Comment by treesknees
7 hours ago
Something I didn’t see mentioned was that this unequal memory access time also affects pcie I/O. If your thread on CPU A needs to get data in or out of a nic on CPU B, your throughput/latency will be impacted.
We have to explain this to customers of our software all the time, it’s something that’s easy to miss.
Was going to mention this too, as it burned me once. Not cause I didn't know about it but because I was accidentally running stuff on the wrong node, and it wasn't obvious which slot was which node.
Same. The drop in performance can be surprisingly bad. 10Gbps becomes 5Gbps. 100Gbps becomes 20Gbps.

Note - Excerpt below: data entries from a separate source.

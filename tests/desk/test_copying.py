"""A new meet like an earlier one, and the sets to start from."""

from __future__ import annotations

import math
from fractions import Fraction

import pytest

from app.desk.copying import copy_meet
from app.desk.entry import Desk
from app.desk.errors import NotAllowedNow
from app.desk.roster import import_roster, pictures
from app.desk.rule_book import save_rules
from app.desk.setup import add_platform, start_meet
from app.loading.chart import loadable
from app.meet.presets import KG_BUMPERS, KG_STEEL, PresetPlate
from app.meet.rule_reading import rules_document
from app.meet.rules import OrderSystem
from app.store.engine import reading
from app.store.picture import NotFound, Picture
from tests.cast import ADA, OLGA, ROSTER, Hall, kg
from tests.desk.checks import rows

DAY = ("flight", "lifter", "rack", "attempt")


def platforms(hall: Hall, meet_id: int) -> list[Picture]:
    with reading(hall.desk.engine) as session:
        return pictures(session, meet_id)


def set_up(now: Picture) -> object:
    """Everything about a platform that is no person, no entry and no number of a row."""
    tools = {tool.id: tool.name for tool in now.tools}
    return (
        now.platform,
        now.unit,
        [(item.plate, item.colour) for item in now.stock],
        [(tool.name, tool.kind, tool.implement, tool.collar) for tool in now.tools],
        [
            (
                session,
                rules_document(now.rules[number]),
                [
                    (lift.name, lift.position, lift.step, tools[lift.implement_id], now.loading[lift.id])
                    for lift in programme.lifts
                ],
            )
            for number, session, programme in now.sessions
        ],
    )


def test_the_copy_is_set_up_like_its_model_without_people_or_entries(halls: tuple[Hall, Hall]) -> None:
    hall = halls[0]
    session = hall.picture().sessions[0]
    changed = rules_document(session[2].rules) | {"most_in_flight": "11"}
    save_rules(hall.desk, hall.platform_id, session[0], changed, who=OLGA)
    hall.lift(ADA, 1)
    before = rows(hall.desk.engine)
    copy = copy_meet(hall.desk, hall.meet_id, " Harbour Cup  2 ", who=OLGA)
    after = rows(hall.desk.engine)
    assert {place: after[place] for place in before} == before
    assert not {table for table, _ in after.keys() - before.keys()} & set(DAY)
    model, made = platforms(hall, hall.meet_id), platforms(hall, copy)
    assert [set_up(one) for one in made] == [set_up(one) for one in model]
    assert all(
        (one.meet, one.flight_id, one.bar.carries, one.bar.hand) == ("Harbour Cup 2", None, (), None)
        for one in made
    )
    last = hall.journal()[-1]
    assert (last.meet_id, last.what) == (copy, "meet Harbour Cup 2 started as a copy of Harbour Cup")
    assert sum(entry.meet_id == copy for entry in hall.journal()) == 1


def test_the_copy_lives_on_its_own(hall: Hall) -> None:
    copy = copy_meet(hall.desk, hall.meet_id, "Harbour Cup 2", who=OLGA)
    before = hall.picture()
    (made,) = platforms(hall, copy)
    other = Hall(hall.desk, copy, made.platform_id)
    import_roster(hall.desk, copy, ROSTER, who=OLGA)
    other.bring("Flight A", "Squat")
    other.lift(ADA, 1)
    assert hall.picture() == before


def test_a_copy_without_a_name_or_of_nothing_is_refused(hall: Hall) -> None:
    before = rows(hall.desk.engine)
    with pytest.raises(NotAllowedNow, match="Give the new meet a name"):
        copy_meet(hall.desk, hall.meet_id, " ", who=OLGA)
    with pytest.raises(NotFound):
        copy_meet(hall.desk, 99, "Harbour Cup 2", who=OLGA)
    assert rows(hall.desk.engine) == before


@pytest.mark.parametrize(
    ("key", "empty", "room"), [("rising-men", 25, 415), ("rising-women", 20, 320)], ids=["men", "women"]
)
def test_a_rising_bar_is_what_the_published_figures_say(desk: Desk, key: str, empty: int, room: int) -> None:
    """Bar and collars 25 and 20 kg, lightest loaded 26 and 21, sleeve 415 and 320 mm, steps of 1 kg.

    ``figures.md`` V5, V6, V49 and section 2: second-hand reports of the IWF's rules.
    """
    meet_id = start_meet(desk, "Hill Open", "kg", who=OLGA)
    now = Hall(desk, meet_id, add_platform(desk, meet_id, "Hall", key, who=OLGA)).picture()
    programme = now.sessions[0][2]
    assert programme.rules.order_system is OrderSystem.RISING
    assert [(lift.name, lift.step) for lift in programme.lifts] == [("Snatch", 1), ("Clean and jerk", 1)]
    equipment = now.equipment(programme.lifts[0].id)
    assert (equipment.base_mass, equipment.implement.usable_mm) == (empty, room)
    assert not loadable(equipment, kg(empty) + Fraction(1, 2))
    top = 220 if empty == 25 else 170
    assert all(loadable(equipment, kg(weight)) for weight in range(empty, top))


@pytest.mark.parametrize(
    "plate", [*KG_STEEL, *KG_BUMPERS[5:]], ids=lambda one: f"{one.face}, {one.thickness_mm} mm"
)
def test_no_plate_is_thinner_than_solid_steel_of_its_mass(plate: PresetPlate) -> None:
    """``figures.md`` 4.5: 7850 kg/m³ with a hole of 52.5 mm is the thinnest that such a disc can be (computed)."""
    diameter, hole = float(plate.diameter_mm) / 1000, 0.0525
    thinnest = float(plate.face) / (7850 * math.pi / 4 * (diameter**2 - hole**2)) * 1000
    assert float(plate.thickness_mm) >= thinnest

When building Edera (product from article), I also had the added problem of the virtual networking gap where I was bridging a 10Gbit NIC over a virtual interface, and I had weird performance bouncing between 3Gbit and the full 10Gbit. Luckily I had built networking drivers before and knew the complexities of it, and managed to profile it down to the virtual interface getting worst-case NUMA occasionally.
The part 2 is going to cover how we actually solved it, which involves every part of the system having knowledge. It's so easy to ignore but it has a massive impact on perf.
(CTO of Edera here)
Great point! We also try to factor that in as well.
Steven (the author) will cover that in part 2!